Estas cinco obras, en su diversidad de preocupaciones, nos dan cuenta de un cierto régimen de la imagen que he intentado llamar estéticopolitico en el sentido de un profundo viraje a la reinscripción política del cine, en cuanto producto cultural. Sus puntos de tensión refieren a la “obra autónoma” (como incompletud) pero a su vez a la reflexión de sus propias condiciones de producción.
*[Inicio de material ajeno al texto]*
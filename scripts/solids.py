"""Solids and sheets of which the sample models are made, and their writing as OBJ.

A shape is vertices (v, 3) in metres, z up, and polygons of any number of corners that run
counter-clockwise seen from outside.
"""

from __future__ import annotations

from collections.abc import Sequence
from dataclasses import dataclass
from pathlib import Path

import numpy as np
from numpy.typing import ArrayLike, NDArray


@dataclass(frozen=True)
class Shape:
    """Vertices (v, 3) [m] and the corners of each polygon."""

    vertices: NDArray[np.float64]
    polygons: tuple[tuple[int, ...], ...]


def joined(*shapes: Shape) -> Shape:
    """Several shapes as one."""
    firsts = np.cumsum([0] + [len(shape.vertices) for shape in shapes])
    return Shape(
        np.concatenate([shape.vertices for shape in shapes]),
        tuple(
            tuple(int(first) + corner for corner in polygon)
            for first, shape in zip(firsts, shapes, strict=False)
            for polygon in shape.polygons
        ),
    )


def turned(shape: Shape, degrees: float, about: tuple[float, float]) -> Shape:
    """A shape turned counter-clockwise about a vertical axis."""
    angle, centre = np.radians(degrees), np.array([*about, 0.0])
    matrix = np.array([[np.cos(angle), -np.sin(angle), 0], [np.sin(angle), np.cos(angle), 0], [0, 0, 1]])
    return Shape((shape.vertices - centre) @ matrix.T + centre, shape.polygons)


def rectangle(x0: float, y0: float, x1: float, y1: float) -> list[tuple[float, float]]:
    """The outline of a rectangle in plan, counter-clockwise."""
    return [(x0, y0), (x1, y0), (x1, y1), (x0, y1)]


def regular(sides: int, radius: float, centre: tuple[float, float]) -> list[tuple[float, float]]:
    """The outline of a regular polygon."""
    angles = (np.arange(sides) + 0.5) * 2 * np.pi / sides
    return [(centre[0] + radius * np.cos(a), centre[1] + radius * np.sin(a)) for a in angles]


def ring(low: ArrayLike, high: ArrayLike) -> Shape:
    """The quads between two rings (n, 3) of as many corners, the lower one first."""
    low, high = np.asarray(low, dtype=float), np.asarray(high, dtype=float)
    n = len(low)
    return Shape(np.concatenate([low, high]), tuple((i, (i + 1) % n, n + (i + 1) % n, n + i) for i in range(n)))


def cap(outline: ArrayLike, *, facing_up: bool) -> Shape:
    """One polygon over a ring (n, 3) that runs counter-clockwise seen from above."""
    corners = np.asarray(outline, dtype=float)
    order = range(len(corners)) if facing_up else range(len(corners) - 1, -1, -1)
    return Shape(corners, (tuple(order),))


def at_height(outline: ArrayLike, z: float) -> NDArray[np.float64]:
    """A plan outline (n, 2) as a level ring (n, 3)."""
    plan = np.asarray(outline, dtype=float)
    return np.column_stack([plan, np.full(len(plan), z)])


def prism(outline: ArrayLike, low: float, high: float) -> Shape:
    """An upright body with level top and bottom."""
    below, above = at_height(outline, low), at_height(outline, high)
    return joined(ring(below, above), cap(above, facing_up=True), cap(below, facing_up=False))


def box(x0: float, y0: float, z0: float, x1: float, y1: float, z1: float) -> Shape:
    """A body between two corners."""
    return prism(rectangle(x0, y0, x1, y1), z0, z1)


def court(
    outer: Sequence[tuple[float, float]],
    inner: Sequence[tuple[float, float]],
    low: float,
    high: float,
    *,
    lean: float = 0.0,
) -> Shape:
    """A block around a courtyard; its two outlines are rectangles. Its walls lean inward by `lean` [m]."""
    steps = lean * np.array([(1, 1), (-1, 1), (-1, -1), (1, -1)])
    out_low, in_low = at_height(outer, low), at_height(inner, low)
    out_high, in_high = at_height(np.array(outer) + steps, high), at_height(np.array(inner) - steps, high)
    return joined(ring(out_low, out_high), ring(out_high, in_high), ring(in_high, in_low), ring(in_low, out_low))


def pointed(outline: ArrayLike, low: float, eaves: float, apex: float) -> Shape:
    """An upright body under a pyramid, a cone or a spire."""
    below, above = at_height(outline, low), at_height(outline, eaves)
    n = len(below)
    top = np.array([[*above[:, :2].mean(axis=0), apex]])
    roof = Shape(np.concatenate([above, top]), tuple((i, (i + 1) % n, n) for i in range(n)))
    return joined(ring(below, above), roof, cap(below, facing_up=False))


def extruded(profile: ArrayLike, start: float, end: float, *, along: str) -> Shape:
    """A vertical profile drawn out along an axis.

    Parameters
    ----------
    profile : (n, 2), the other level axis and z, counter-clockwise with that axis drawn to the right
    start, end : where on the axis it begins and ends
    along : "x" or "y"
    """
    plan = np.asarray(profile, dtype=float)
    if along == "y":  # seen against this axis, x runs to the left
        plan = plan[::-1]
    rings = []
    for at in (start, end):
        axis = np.full(len(plan), at)
        across, up = plan.T
        rings.append(np.column_stack([axis, across, up] if along == "x" else [across, axis, up]))
    n = len(plan)
    ends = (tuple(range(n - 1, -1, -1)), tuple(range(n, 2 * n)))
    return Shape(np.concatenate(rings), ring(*rings).polygons + ends)


def gabled(x0: float, y0: float, x1: float, y1: float, eaves: float, ridge: float, *, along: str) -> Shape:
    """A house with a saddle roof whose ridge runs along an axis."""
    first, last = (y0, y1) if along == "x" else (x0, x1)
    profile = [(first, 0), (last, 0), (last, eaves), ((first + last) / 2, ridge), (first, eaves)]
    return extruded(profile, *((x0, x1) if along == "x" else (y0, y1)), along=along)


def arc(centre: float, spring: float, radius: float, pieces: int) -> list[tuple[float, float]]:
    """A half circle from its left foot over the crown to its right, both feet included."""
    angles = np.linspace(np.pi, 0, pieces + 1)
    return [(centre + radius * np.cos(a), spring + radius * np.sin(a)) for a in angles]


Named = dict[str, Shape]
"""Shapes by the name of their part: "building/piece", or "building" alone."""


def obj_text(parts: Named, heading: Sequence[str], *, mm_y_up: bool = False) -> str:
    """An OBJ file: a building is an object, its pieces are groups; metres with z up, or millimetres with y up."""
    lines = [f"# {line}" for line in heading]
    count, building = 1, ""
    for name, shape in parts.items():
        this, _, piece = name.partition("/")
        if this != building:
            lines.append(f"o {this}")
            building = this
        lines.append(f"g {piece or building}")  # a group holds until the next, also over a new object
        vertices, polygons = merged(shape)
        if mm_y_up:
            vertices = np.column_stack([vertices[:, 0], vertices[:, 2], -vertices[:, 1]]) * 1000
        lines += ["v " + " ".join(number(value) for value in vertex) for vertex in vertices]
        lines += ["f " + " ".join(str(count + corner) for corner in polygon) for polygon in polygons]
        count += len(vertices)
    return "\n".join(lines) + "\n"


def number(value: float) -> str:
    """Four decimals without idle zeros: a tenth of a millimetre in a file of metres."""
    return f"{round(value, 4) + 0.0:.4f}".rstrip("0").rstrip(".")


def merged(shape: Shape) -> tuple[NDArray[np.float64], list[tuple[int, ...]]]:
    """A shape with every vertex once, in the order of first use."""
    seen: dict[tuple[float, ...], int] = {}
    index = [seen.setdefault(tuple(np.round(vertex, 6) + 0.0), len(seen)) for vertex in shape.vertices]
    return np.array(list(seen)), [tuple(index[corner] for corner in polygon) for polygon in shape.polygons]


def write(path: Path, text: str) -> None:
    """Write a text file with the same bytes on every system."""
    path.parent.mkdir(parents=True, exist_ok=True)
    path.write_text(text, encoding="utf-8", newline="\n")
Por otro lado, se insertan de lleno, y toman como referencia, una vasta y densa cultura de la imagen de la cual hacen uso, pero, (y acá la diferencia con cierta posmodernidad abrumada por el intertexto) a favor de una politización de lo estético. Sus correlatos teóricos (su ambiente cultural, podríamos decir) podríamos encontrarlo tanto en las políticas de la alteridad, como en el esfuerzo de algunos sectores por validar a la imagen como campo de estudio cultural, psicoanalítico, o social, integrándola como saber. Cabe pensar, en qué medida las estéticopoliticas se encuentran jugando un rol activo en las imágenes actuales, y en qué medida podrían ser efectivas en el campo cultural. Quizás a eso deba abocarse la crítica y teoría, pero ese es otro tema.
Bibliografía
Agamben, G. (2004). Infancia e historia. Buenos Aires: Adriana Hidalgo.
Buck-Morss, S. (2005). Estudios visuales e imaginación global. En J. L. Brea (Ed.). Estudios visuales. La epistemología de la visualidad en la era de la globalización. Madrid: Akal.
Foster, H. (2001). El retorno de lo real. Madrid: Akal.